The measures derived from information theory, and in particular those related to entropy, have also exhibited their ability to unravel relevant information from underlying brain networks in different conditions. In this regard, the combination of measures from information theory with both structural and functional connectivity analyses yields a new framework to further understand brain organization. This can be observed in the work of Jao et al. [10], in which irregularity of the network anatomical structure, in particular inter- and intra-lobe brain connectivity, was analyzed using the fractal dimension. Their results suggested that aging induces morphological changes in the structural brain network generated from magnetic resonance imaging (MRI), which could be related to rewiring and reconfiguring modules as compensatory mechanisms for the functional deficit in inter- and intra-lobe brain connectivity. From a different perspective, Zhang et al. [11] focused on analyzing driver alertness while listening to the radio by analyzing functional coupling. To characterize driver fatigue, they explored the relationships between differential entropy and functional connectivity networks generated from EEG recordings. Being aware of the importance of the connectivity metric used in each study, far from being standardized, Fraschini and colleagues [12] compared different functional connectivity measures. They concluded that source-level EEG connectivity results and the associated network measures exhibit a certain variability that depends on the metric used to quantify functional coupling. Further methodological approaches are then required to obtain robust connectivity measures. In this regard, measures from information theory can play a relevant role in reducing the uncertainly and ambiguity in the connectivity patterns and obtaining a proper estimate of functional coupling.

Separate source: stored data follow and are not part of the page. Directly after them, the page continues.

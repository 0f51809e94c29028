// Package dicomwrite builds DICOM data sets with
// github.com/suyashkumar/dicom and encodes them as Part 10 files: the one
// home of the element builders that the simulator (dosemap/sim) and the
// result objects (review/dicomout) share.
//
// Values follow the value representations of DICOM PS3.5 section 6.2; data
// sets are written in ascending tag order (PS3.5 section 7.1) with explicit
// VR little endian transfer syntax and file meta information (PS3.10
// section 7.1).
package dicomwrite

import (
	"bytes"
	"fmt"
	"sort"
	"strconv"
	"strings"

	"dosecover/dosemap"

	"github.com/suyashkumar/dicom"
	"github.com/suyashkumar/dicom/pkg/tag"
)

// ExplicitVRLittleEndian is the transfer syntax Encode writes (PS3.5
// section 10.1, Annex A.2).
const ExplicitVRLittleEndian = "1.2.840.10008.1.2.1"

// MaxDSLength is the longest value of VR DS, in characters (PS3.5 section
// 6.2, Table 6.2-1).
const MaxDSLength = 16

// Elements collects the elements of one data set or sequence item in the
// order they are added; Seq and Encode sort them by tag.
type Elements []*dicom.Element

// Add appends the element of tag t with value v. A single string, int or
// float64 is taken as a one-valued list; any other v is passed to
// dicom.NewElement as it is ([]string, []int, []float64, []byte,
// [][]*dicom.Element, dicom.PixelDataInfo). A Go type the library cannot
// hold, or a tag missing from its dictionary, is a programmer error and
// panics; a value that does not suit the tag's value representation is
// refused when the data set is written (Encode returns the error).
func (e *Elements) Add(t tag.Tag, v any) {
	switch x := v.(type) {
	case string:
		v = []string{x}
	case int:
		v = []int{x}
	case float64:
		v = []float64{x}
	}
	el, err := dicom.NewElement(t, v)
	if err != nil {
		panic(fmt.Sprintf("dicomwrite: element %v: %v", t, err)) // programmer error: wrong Go type for the VR
	}
	*e = append(*e, el)
}

// AddVR appends an element whose tag allows several value representations
// (such as US or SS for the pixel-value attributes of PS3.6), with the VR
// vr given.
func (e *Elements) AddVR(t tag.Tag, vr string, v any) {
	e.Add(t, v)
	(*e)[len(*e)-1].RawValueRepresentation = vr
}

// Seq appends the sequence of tag t holding items, each item sorted by
// tag; with no items the sequence is empty (a type 2 sequence).
func (e *Elements) Seq(t tag.Tag, items ...Elements) {
	v := make([][]*dicom.Element, len(items))
	for n, it := range items {
		SortByTag(it)
		v[n] = it
	}
	e.Add(t, v)
}

// SortByTag sorts es in ascending tag order (group, then element), as a
// data set's elements are encoded (PS3.5 section 7.1); elements with the
// same tag keep their order.
func SortByTag(es []*dicom.Element) {
	sort.SliceStable(es, func(a, b int) bool {
		if es[a].Tag.Group != es[b].Tag.Group {
			return es[a].Tag.Group < es[b].Tag.Group
		}
		return es[a].Tag.Element < es[b].Tag.Element
	})
}

// DS formats x as a decimal string (VR DS, PS3.5 section 6.2): the
// shortest of Go's %g forms with at most 10 significant digits that fits
// MaxDSLength characters, so a finite x keeps 10 significant digits unless
// a long exponent leaves room for fewer. x must be finite: DS has no form
// for NaN or infinities.
func DS(x float64) string {
	for prec := 10; prec > 0; prec-- {
		s := strconv.FormatFloat(x, 'g', prec, 64)
		if len(s) <= MaxDSLength {
			return s
		}
	}
	return "0"
}

// DSList formats each of xs with DS, for a multi-valued DS attribute of a
// few values (ImagePositionPatient, PixelSpacing).
func DSList(xs ...float64) []string {
	out := make([]string, len(xs))
	for n, x := range xs {
		out[n] = DS(x)
	}
	return out
}

// JoinDS formats xs with three decimals (1 µm for coordinates in mm) and
// joins them into one backslash-separated DS value, for long lists such
// as ContourData: the DICOM library joins a list of strings in quadratic
// time, one pre-joined string in linear time. Each value fits MaxDSLength
// characters while its magnitude is below 1e10 (10 km in mm).
func JoinDS(xs []float64) string {
	var sb strings.Builder
	sb.Grow(12 * len(xs))
	for n, x := range xs {
		if n > 0 {
			sb.WriteByte('\\')
		}
		sb.WriteString(strconv.FormatFloat(x, 'f', 3, 64))
	}
	return sb.String()
}

// ContourData returns the points of a contour as the value of ContourData
// (3006,0050): x, y, z of each point in turn (PS3.3 C.8.8.6), joined by
// JoinDS.
func ContourData(points []dosemap.Vec3) string {
	xs := make([]float64, 0, 3*len(points))
	for _, p := range points {
		xs = append(xs, p[0], p[1], p[2])
	}
	return JoinDS(xs)
}

// AddImagePlane adds the attributes that place slice k of the grid g in
// patient coordinates (LPS, mm) and returns the slice's position:
// ImagePositionPatient, the centre of the slice's first voxel;
// ImageOrientationPatient, the row then the column direction cosines;
// PixelSpacing, the spacing between rows (g.Spacing[1]) then between
// columns (g.Spacing[0]) (Image Plane module, PS3.3 C.7.6.2.1.1); and Rows
// and Columns (Image Pixel module, PS3.3 C.7.6.3).
func (e *Elements) AddImagePlane(g dosemap.Geometry, k int) dosemap.Vec3 {
	ipp := g.Point(0, 0, float64(k))
	e.Add(tag.ImagePositionPatient, DSList(ipp[0], ipp[1], ipp[2]))
	e.Add(tag.ImageOrientationPatient, DSList(g.Row[0], g.Row[1], g.Row[2], g.Col[0], g.Col[1], g.Col[2]))
	e.Add(tag.PixelSpacing, DSList(g.Spacing[1], g.Spacing[0]))
	e.Add(tag.Rows, g.Rows)
	e.Add(tag.Columns, g.Cols)
	return ipp
}

// RealWorldValueMapping is one item of RealWorldValueMappingSequence
// (0040,9096), PS3.3 C.7.6.16.2.11: the stored values First to Last stand
// for Intercept + Slope × stored value, in the UCUM unit UnitCode.
type RealWorldValueMapping struct {
	Label       string  // LUTLabel (0040,9210)
	Explanation string  // LUTExplanation (0028,3003)
	VR          string  // "US" or "SS": of First and Last, as the pixels are unsigned or signed
	First, Last int     // RealWorldValueFirstValueMapped, ...LastValueMapped
	Intercept   float64 // RealWorldValueIntercept (0040,9224)
	Slope       float64 // RealWorldValueSlope (0040,9225)
	UnitCode    string  // MeasurementUnitsCodeSequence: UCUM code value ("min", "rad")
	UnitMeaning string  // and its code meaning ("minute", "radian")
}

// AddRealWorldValueMapping adds RealWorldValueMappingSequence holding the
// one mapping m.
func (e *Elements) AddRealWorldValueMapping(m RealWorldValueMapping) {
	var code Elements
	code.Add(tag.CodeValue, m.UnitCode)
	code.Add(tag.CodingSchemeDesignator, "UCUM")
	code.Add(tag.CodeMeaning, m.UnitMeaning)
	var it Elements
	it.Add(tag.LUTExplanation, m.Explanation)
	it.AddVR(tag.RealWorldValueFirstValueMapped, m.VR, []int{m.First})
	it.AddVR(tag.RealWorldValueLastValueMapped, m.VR, []int{m.Last})
	it.Add(tag.RealWorldValueIntercept, m.Intercept)
	it.Add(tag.RealWorldValueSlope, m.Slope)
	it.Add(tag.LUTLabel, m.Label)
	it.Seq(tag.MeasurementUnitsCodeSequence, code)
	e.Seq(tag.RealWorldValueMappingSequence, it)
}

// PixelData returns a PixelData element holding raw, the native (not
// encapsulated) pixel bytes as they are to be written; the writer copies
// them unchanged.
func PixelData(raw []byte) *dicom.Element {
	el, err := dicom.NewElement(tag.PixelData, dicom.PixelDataInfo{IntentionallyUnprocessed: true, UnprocessedValueData: raw})
	if err != nil {
		panic(fmt.Sprintf("dicomwrite: pixel data: %v", err)) // programmer error
	}
	return el
}

// Implementation names the program that writes a file, in its file meta
// information (PS3.10 section 7.1; PS3.7 Annex D.3.3.2).
type Implementation struct {
	ClassUID    string // ImplementationClassUID (0002,0012)
	VersionName string // ImplementationVersionName (0002,0013), at most 16 characters
}

// Encode returns the bytes of a DICOM Part 10 file in explicit VR little
// endian holding body, with the file meta information (PS3.10 section
// 7.1) of the SOP instance sopInstance of class sopClass written by im.
// body is not changed; the file's elements are sorted by tag.
func Encode(im Implementation, sopClass, sopInstance string, body []*dicom.Element) ([]byte, error) {
	var all Elements
	all.Add(tag.FileMetaInformationVersion, []byte{0, 1})
	all.Add(tag.MediaStorageSOPClassUID, sopClass)
	all.Add(tag.MediaStorageSOPInstanceUID, sopInstance)
	all.Add(tag.TransferSyntaxUID, ExplicitVRLittleEndian)
	all.Add(tag.ImplementationClassUID, im.ClassUID)
	all.Add(tag.ImplementationVersionName, im.VersionName)
	all = append(all, body...)
	SortByTag(all)
	var buf bytes.Buffer
	if err := dicom.Write(&buf, dicom.Dataset{Elements: all}); err != nil {
		return nil, fmt.Errorf("encoding %s: %w", sopInstance, err)
	}
	return buf.Bytes(), nil
}
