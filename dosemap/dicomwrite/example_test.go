package dicomwrite_test

import (
	"fmt"

	"dosecover/dosemap"
	"dosecover/dosemap/dicomwrite"
)

// Decimal strings keep 10 significant digits within the 16 characters
// DICOM allows (PS3.5 6.2).
func ExampleDS() {
	fmt.Println(dicomwrite.DS(1.0/3), dicomwrite.DS(-1.0/3*1e-100), dicomwrite.DS(960))
	// Output: 0.3333333333 -3.33333333e-101 960
}

// A contour's points go into ContourData as one pre-joined value, x, y, z
// of each point in turn, in mm to 1 µm.
func ExampleContourData() {
	square := []dosemap.Vec3{{0, 0, 12.5}, {10, 0, 12.5}, {10, 10, 12.5}, {0, 10, 12.5}}
	fmt.Println(dicomwrite.ContourData(square))
	// Output: 0.000\0.000\12.500\10.000\0.000\12.500\10.000\10.000\12.500\0.000\10.000\12.500
}
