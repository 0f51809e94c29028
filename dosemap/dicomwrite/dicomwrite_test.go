package dicomwrite

import (
	"bytes"
	"fmt"
	"math"
	"math/rand/v2"
	"regexp"
	"strconv"
	"strings"
	"testing"

	"dosecover/dosemap"

	"github.com/suyashkumar/dicom"
	"github.com/suyashkumar/dicom/pkg/tag"
)

// dsGrammar is the form of one DS value, DICOM PS3.5 section 6.2, Table
// 6.2-1: "A fixed point number shall contain only the characters 0-9 with
// an optional leading "+" or "-" and an optional "." to mark the decimal
// point. A floating point number shall be conveyed as defined in ANSI
// X3.9, with an "E" or "e" to indicate the start of the exponent";
// character repertoire "0"-"9", "+", "-", "E", "e", "." and space (our
// values carry no padding); at most 16 bytes.
var dsGrammar = regexp.MustCompile(`^[+-]?([0-9]+\.?[0-9]*|\.[0-9]+)([Ee][+-]?[0-9]+)?$`)

// checkDS reports what is wrong with s as the DS value of x: its length or
// form against PS3.5 6.2, or its value against x beyond relTol (relative).
func checkDS(s string, x, relTol float64) error {
	if len(s) > MaxDSLength {
		return fmt.Errorf("%q has %d characters, DS allows %d (PS3.5 6.2)", s, len(s), MaxDSLength)
	}
	if !dsGrammar.MatchString(s) {
		return fmt.Errorf("%q is not a DS value (PS3.5 6.2 character repertoire and form)", s)
	}
	got, err := strconv.ParseFloat(s, 64)
	if err != nil {
		return fmt.Errorf("%q: %v", s, err)
	}
	if d := math.Abs(got - x); d > relTol*math.Abs(x) {
		return fmt.Errorf("%q reads back as %g, %g from %g (relative tolerance %g)", s, got, d, x, relTol)
	}
	return nil
}

func TestDS(t *testing.T) {
	// Worked examples; the expected strings are Go's %g forms with 10
	// significant digits (9 where a three-digit exponent needs the room),
	// checked by hand against the 16-character limit of PS3.5 6.2.
	cases := []struct {
		x    float64
		want string
		why  string
	}{
		{0, "0", "zero"},
		{-1, "-1", "integer, sign kept"},
		{0.1, "0.1", "shortest form that reads back, no trailing zeros"},
		{240 / 0.25, "960", "window centre of the dose map (240 CEM43 at 0.25 per unit)"},
		{1.0 / 3, "0.3333333333", "10 significant digits, 12 characters"},
		{-1.0 / 3, "-0.3333333333", "10 significant digits with sign, 13 characters"},
		{2.0 / 3 * 1e-7, "6.666666667e-08", "exponent form, 15 characters"},
		{-1.0 / 3 * 1e-100, "-3.33333333e-101", "three-digit exponent: 9 digits to stay within 16"},
		{-math.MaxFloat64, "-1.79769313e+308", "largest magnitude, exactly 16 characters"},
		{math.SmallestNonzeroFloat64, "4.940656458e-324", "smallest subnormal, exactly 16 characters"},
		{42.57747892 * 1.5, "63.86621838", "1H Larmor frequency at 1.5 T, MHz (γ/2π = 42.57747892 MHz/T, CODATA 2014, as dosemap.Gamma)"},
	}
	for _, c := range cases {
		got := DS(c.x)
		if got != c.want {
			t.Errorf("DS(%g) = %q, want %q (%s)", c.x, got, c.want, c.why)
		}
		// 9 significant digits at least: within 5e-9 relative.
		if err := checkDS(got, c.x, 5e-9); err != nil {
			t.Error(err)
		}
	}
}

// Every finite double, over the whole exponent range, gives a DS value of
// the allowed length and form that reads back within 9 significant digits
// (the fewest DS keeps: a sign, "d.dddddddd", "e-" and three exponent
// digits make 16 characters). Seeded draws of sign, mantissa and exponent.
func TestDSAllMagnitudes(t *testing.T) {
	r := rand.New(rand.NewPCG(2026, 12))
	for n := 0; n < 20000; n++ {
		x := math.Ldexp(1+r.Float64(), r.IntN(2*1020)-1020)
		if r.IntN(2) == 0 {
			x = -x
		}
		if err := checkDS(DS(x), x, 5e-9); err != nil {
			t.Fatal(err)
		}
	}
}

func TestDSList(t *testing.T) {
	got := DSList(0.5, -1.0/3, 0)
	want := []string{"0.5", "-0.3333333333", "0"}
	if strings.Join(got, `\`) != strings.Join(want, `\`) {
		t.Errorf("DSList = %q, want %q", got, want)
	}
	if len(DSList()) != 0 {
		t.Error("DSList of nothing is not empty")
	}
}

func TestJoinDS(t *testing.T) {
	cases := []struct {
		xs   []float64
		want string
	}{
		{nil, ""},
		{[]float64{0}, "0.000"},
		{[]float64{1.5, -2.25, 100}, `1.500\-2.250\100.000`},
		{[]float64{0.0004, 0.0006, -0.0004}, `0.000\0.001\-0.000`}, // rounded to 1 µm in mm
		{[]float64{-9999999999.9994}, "-9999999999.999"},           // largest magnitude JoinDS promises to fit
	}
	for _, c := range cases {
		got := JoinDS(c.xs)
		if got != c.want {
			t.Errorf("JoinDS(%v) = %q, want %q", c.xs, got, c.want)
		}
		if got == "" {
			continue
		}
		for n, v := range strings.Split(got, `\`) {
			if len(v) > MaxDSLength || !dsGrammar.MatchString(v) {
				t.Errorf("value %d %q is not a DS value (PS3.5 6.2)", n, v)
			}
			// Three decimals: within half a thousandth, plus the double's
			// own rounding at 1e10 (2e-6).
			if d := math.Abs(mustParse(t, v) - c.xs[n]); d > 0.0005+2e-6 {
				t.Errorf("value %d %q is %g from %g", n, v, d, c.xs[n])
			}
		}
	}
}

func mustParse(t *testing.T, s string) float64 {
	t.Helper()
	v, err := strconv.ParseFloat(s, 64)
	if err != nil {
		t.Fatal(err)
	}
	return v
}

func TestContourData(t *testing.T) {
	pts := []dosemap.Vec3{{1, 2, 3}, {-4.5, 0.125, 1e3}}
	if got, want := ContourData(pts), `1.000\2.000\3.000\-4.500\0.125\1000.000`; got != want {
		t.Errorf("ContourData = %q, want %q (x, y, z of each point in turn, PS3.3 C.8.8.6)", got, want)
	}
	if got := ContourData(nil); got != "" {
		t.Errorf("ContourData(nil) = %q, want empty", got)
	}
}

func TestElements(t *testing.T) {
	var item Elements
	item.Add(tag.CodeMeaning, "minute")
	item.Add(tag.CodeValue, "min")
	var e Elements
	e.Add(tag.Rows, 4)
	e.Add(tag.RealWorldValueSlope, 0.25)
	e.AddVR(tag.RealWorldValueFirstValueMapped, "SS", []int{-2048})
	e.Seq(tag.MeasurementUnitsCodeSequence, item)
	e.Seq(tag.ConceptNameCodeSequence) // type 2: empty

	if v := e[0].Value.GetValue().([]int); len(v) != 1 || v[0] != 4 {
		t.Errorf("Rows = %v, want [4]", v)
	}
	if v := e[1].Value.GetValue().([]float64); len(v) != 1 || v[0] != 0.25 {
		t.Errorf("RealWorldValueSlope = %v, want [0.25]", v)
	}
	if vr := e[2].RawValueRepresentation; vr != "SS" {
		t.Errorf("AddVR: VR %q, want SS", vr)
	}
	if item[0].Tag != tag.CodeValue {
		t.Errorf("Seq left the item unsorted: first %v, want CodeValue (0008,0100)", item[0].Tag)
	}
	if n := len(e[4].Value.GetValue().([]*dicom.SequenceItemValue)); n != 0 {
		t.Errorf("empty sequence holds %d items", n)
	}

	// A value of the wrong Go type for the VR is refused when written.
	var wrong Elements
	wrong.Add(tag.Rows, "four")
	if _, err := Encode(Implementation{ClassUID: "2.25.1", VersionName: "TEST"}, "1.2.840.10008.5.1.4.1.1.4", "2.25.2", wrong); err == nil {
		t.Error("Encode wrote Rows (US) holding a string")
	}
	defer func() {
		if recover() == nil {
			t.Error("Add of a Go type the library cannot hold did not panic")
		}
	}()
	e.Add(tag.Rows, struct{}{})
}

// The written Image Plane attributes place every voxel where the grid
// does, by the equation of PS3.3 C.7.6.2.1.1: P = S + X·Δi·i + Y·Δj·j,
// with S ImagePositionPatient, X and Y the row and column cosines of
// ImageOrientationPatient, Δi the column spacing (PixelSpacing value 2)
// and Δj the row spacing (value 1). Tolerance 1e-6 mm: DS keeps 10
// significant digits of coordinates of at most a few hundred mm.
func TestAddImagePlane(t *testing.T) {
	c, s := math.Cos(0.3), math.Sin(0.3)
	oblique := dosemap.Geometry{
		Cols: 5, Rows: 3, Slices: 4,
		Spacing: dosemap.Vec3{0.9, 1.7, 2.5}, // unequal, so a swap of row and column spacing shows
		Origin:  dosemap.Vec3{-101.25, 37.5, 12},
		Row:     dosemap.Vec3{c, s, 0},
		Col:     dosemap.Vec3{0, 0, -1},
		Normal:  dosemap.Vec3{c, s, 0}.Cross(dosemap.Vec3{0, 0, -1}),
	}
	axial := dosemap.NewAxialGeometry(4, 6, 2, dosemap.Vec3{1.25, 0.75, 3.5}, dosemap.Vec3{-2, -3, 40})
	for _, g := range []dosemap.Geometry{oblique, axial} {
		for k := 0; k < g.Slices; k++ {
			var e Elements
			pos := e.AddImagePlane(g, k)
			vals := map[tag.Tag][]float64{}
			ints := map[tag.Tag]int{}
			for _, el := range e {
				switch v := el.Value.GetValue().(type) {
				case []string:
					for _, x := range v {
						vals[el.Tag] = append(vals[el.Tag], mustParse(t, x))
					}
				case []int:
					ints[el.Tag] = v[0]
				}
			}
			if ints[tag.Rows] != g.Rows || ints[tag.Columns] != g.Cols {
				t.Errorf("Rows, Columns = %d, %d, want %d, %d", ints[tag.Rows], ints[tag.Columns], g.Rows, g.Cols)
			}
			S, O, ps := vals[tag.ImagePositionPatient], vals[tag.ImageOrientationPatient], vals[tag.PixelSpacing]
			if len(S) != 3 || len(O) != 6 || len(ps) != 2 {
				t.Fatalf("IPP %v, IOP %v, PixelSpacing %v: wrong number of values", S, O, ps)
			}
			if d := pos.Sub(dosemap.Vec3{S[0], S[1], S[2]}).Norm(); d > 1e-6 {
				t.Errorf("returned position %v is %g mm from the written %v", pos, d, S)
			}
			for _, ij := range [][2]int{{0, 0}, {g.Cols - 1, 0}, {0, g.Rows - 1}, {g.Cols - 1, g.Rows - 1}, {2, 1}} {
				i, j := float64(ij[0]), float64(ij[1])
				var p dosemap.Vec3
				for a := 0; a < 3; a++ {
					p[a] = S[a] + O[a]*ps[1]*i + O[3+a]*ps[0]*j
				}
				if d := p.Sub(g.Point(i, j, float64(k))).Norm(); d > 1e-6 {
					t.Errorf("slice %d voxel (%d, %d): the written plane puts it at %v, the grid at %v (%g mm apart)", k, ij[0], ij[1], p, g.Point(i, j, float64(k)), d)
				}
			}
		}
	}
}

func TestSortByTag(t *testing.T) {
	var e Elements
	e.Add(tag.PatientName, "PHANTOM^GEL")
	e.Add(tag.Rows, 2)
	e.Add(tag.SOPInstanceUID, "1.2.3")
	e.Add(tag.Columns, 3)
	SortByTag(e)
	want := []tag.Tag{tag.SOPInstanceUID, tag.PatientName, tag.Rows, tag.Columns}
	for n, w := range want {
		if e[n].Tag != w {
			t.Errorf("position %d: %v, want %v (ascending group, then element: PS3.5 7.1)", n, e[n].Tag, w)
		}
	}
}

// A file written by Encode is read back by the DICOM library with its
// file meta information (PS3.10 7.1), values and pixel bytes unchanged.
func TestEncodeReadsBack(t *testing.T) {
	const sopClass, sop = "1.2.840.10008.5.1.4.1.1.4", "2.25.1234"
	im := Implementation{ClassUID: "2.25.5678", VersionName: "TEST_WRITER"}
	var body Elements
	body.Add(tag.Rows, 2)
	body.Add(tag.SOPInstanceUID, sop)
	body.Add(tag.ImagePositionPatient, DSList(-1.0/3, 0, 12.5))
	body.Add(tag.Columns, 2)
	body.Add(tag.BitsAllocated, 16)
	body.Add(tag.SamplesPerPixel, 1)
	body.Add(tag.SOPClassUID, sopClass)
	raw := []byte{1, 0, 2, 0, 3, 0, 0xff, 0xff}
	body = append(body, PixelData(raw))
	order := make([]tag.Tag, len(body))
	for n, el := range body {
		order[n] = el.Tag
	}
	data, err := Encode(im, sopClass, sop, body)
	if err != nil {
		t.Fatal(err)
	}
	for n, el := range body {
		if el.Tag != order[n] {
			t.Fatal("Encode reordered the caller's elements")
		}
	}
	ds, err := dicom.Parse(bytes.NewReader(data), int64(len(data)), nil, dicom.SkipPixelData())
	if err != nil {
		t.Fatalf("reading back: %v", err)
	}
	str := func(tg tag.Tag) string {
		el, err := ds.FindElementByTag(tg)
		if err != nil {
			t.Fatalf("%v: %v", tg, err)
		}
		return strings.Join(el.Value.GetValue().([]string), `\`)
	}
	for _, c := range []struct {
		tg   tag.Tag
		want string
	}{
		{tag.TransferSyntaxUID, ExplicitVRLittleEndian},
		{tag.MediaStorageSOPClassUID, sopClass},
		{tag.MediaStorageSOPInstanceUID, sop},
		{tag.ImplementationClassUID, im.ClassUID},
		{tag.ImplementationVersionName, im.VersionName},
		{tag.SOPInstanceUID, sop},
		{tag.ImagePositionPatient, `-0.3333333333\0\12.5`},
	} {
		if got := strings.TrimRight(str(c.tg), " \x00"); got != c.want {
			t.Errorf("%v = %q, want %q", c.tg, got, c.want)
		}
	}
	var prev tag.Tag
	for n, el := range ds.Elements {
		if n > 0 && el.Tag.Compare(prev) <= 0 {
			t.Errorf("%v follows %v: not in ascending tag order (PS3.5 7.1)", el.Tag, prev)
		}
		prev = el.Tag
	}
	// The pixel bytes stand unchanged at the end of the file (native
	// PixelData, OW, explicit VR little endian: tag, VR, 2 reserved
	// bytes, 4-byte length, then the value; PS3.5 7.1.2).
	if !bytes.HasSuffix(data, append([]byte{0xe0, 0x7f, 0x10, 0x00, 'O', 'W', 0, 0, byte(len(raw)), 0, 0, 0}, raw...)) {
		t.Error("PixelData is not written as the raw bytes given")
	}
}

// The library's cost of a long string list against one pre-joined value:
// JoinDS exists because the first grows quadratically with the points
// (500 to 2000 points, 2026-12-03: list 61 ms to 0.92 s, joined 0.12 to
// 0.28 ms).
func BenchmarkContourData(b *testing.B) {
	for _, points := range []int{500, 1000, 2000} {
		pts := make([]dosemap.Vec3, points)
		for n := range pts {
			a := 2 * math.Pi * float64(n) / float64(points)
			pts[n] = dosemap.Vec3{20 * math.Cos(a), 20 * math.Sin(a), 12.5}
		}
		xs := make([]float64, 0, 3*points)
		for _, p := range pts {
			xs = append(xs, p[0], p[1], p[2])
		}
		b.Run(fmt.Sprintf("joined/%d", points), func(b *testing.B) {
			for b.Loop() {
				encodeContour(b, ContourData(pts))
			}
		})
		b.Run(fmt.Sprintf("list/%d", points), func(b *testing.B) {
			list := make([]string, len(xs))
			for n, x := range xs {
				list[n] = strconv.FormatFloat(x, 'f', 3, 64)
			}
			for b.Loop() {
				encodeContour(b, list)
			}
		})
	}
}

func encodeContour(b *testing.B, v any) {
	var e Elements
	e.Add(tag.ContourData, v)
	if _, err := Encode(Implementation{ClassUID: "2.25.1", VersionName: "BENCH"}, "1.2.840.10008.5.1.4.1.1.481.3", "2.25.2", e); err != nil {
		b.Fatal(err)
	}
}

// The mapping item reads back with its values, the signed first value
// under VR SS included (PS3.3 C.7.6.16.2.11; the VR of the first and last
// values follows the pixels' sign).
func TestAddRealWorldValueMapping(t *testing.T) {
	var e Elements
	e.AddRealWorldValueMapping(RealWorldValueMapping{
		Label: "PHASE", Explanation: "phase in radians", VR: "SS", First: -2048, Last: 2047,
		Intercept: 0, Slope: math.Pi / 2048, UnitCode: "rad", UnitMeaning: "radian",
	})
	data, err := Encode(Implementation{ClassUID: "2.25.1", VersionName: "TEST"}, "1.2.840.10008.5.1.4.1.1.4", "2.25.2", e)
	if err != nil {
		t.Fatal(err)
	}
	ds, err := dicom.Parse(bytes.NewReader(data), int64(len(data)), nil)
	if err != nil {
		t.Fatal(err)
	}
	seq, err := ds.FindElementByTag(tag.RealWorldValueMappingSequence)
	if err != nil {
		t.Fatal(err)
	}
	items := seq.Value.GetValue().([]*dicom.SequenceItemValue)
	if len(items) != 1 {
		t.Fatalf("%d mapping items, want 1", len(items))
	}
	got := map[tag.Tag]any{}
	var unit []*dicom.Element
	for _, el := range items[0].GetValue().([]*dicom.Element) {
		got[el.Tag] = el.Value.GetValue()
		if el.Tag == tag.MeasurementUnitsCodeSequence {
			unit = el.Value.GetValue().([]*dicom.SequenceItemValue)[0].GetValue().([]*dicom.Element)
		}
		if el.Tag == tag.RealWorldValueFirstValueMapped && el.RawValueRepresentation != "SS" {
			t.Errorf("first value mapped written as %s, want SS", el.RawValueRepresentation)
		}
	}
	if v := got[tag.RealWorldValueFirstValueMapped].([]int); v[0] != -2048 {
		t.Errorf("first value mapped %v, want -2048", v)
	}
	if v := got[tag.RealWorldValueSlope].([]float64); v[0] != math.Pi/2048 {
		t.Errorf("slope %v, want π/2048 exactly (FD)", v)
	}
	if v := got[tag.LUTLabel].([]string); v[0] != "PHASE" {
		t.Errorf("LUTLabel %q", v)
	}
	codes := map[tag.Tag]string{}
	for _, el := range unit {
		codes[el.Tag] = strings.TrimSpace(el.Value.GetValue().([]string)[0])
	}
	if codes[tag.CodeValue] != "rad" || codes[tag.CodingSchemeDesignator] != "UCUM" || codes[tag.CodeMeaning] != "radian" {
		t.Errorf("unit code %v, want rad (UCUM) radian", codes)
	}
}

The brain is presumably the most intricate and complex biological system. Its comprehension is an open challenge that requires new computational tools and methodological approaches. Information theory methods, and particularly entropy, provide a versatile and flexible framework with the potential to move neuroscience research forward. In this Special Issue, entropy-related approaches were applied to further understand functional and structural organization of brain networks. They provide relevant pieces of research that addressed timely, current neuroscience topics. It is our hope that the reader will enjoy the articles included in the Special Issue and will find them helpful and worthy contributions to current neuroscience research.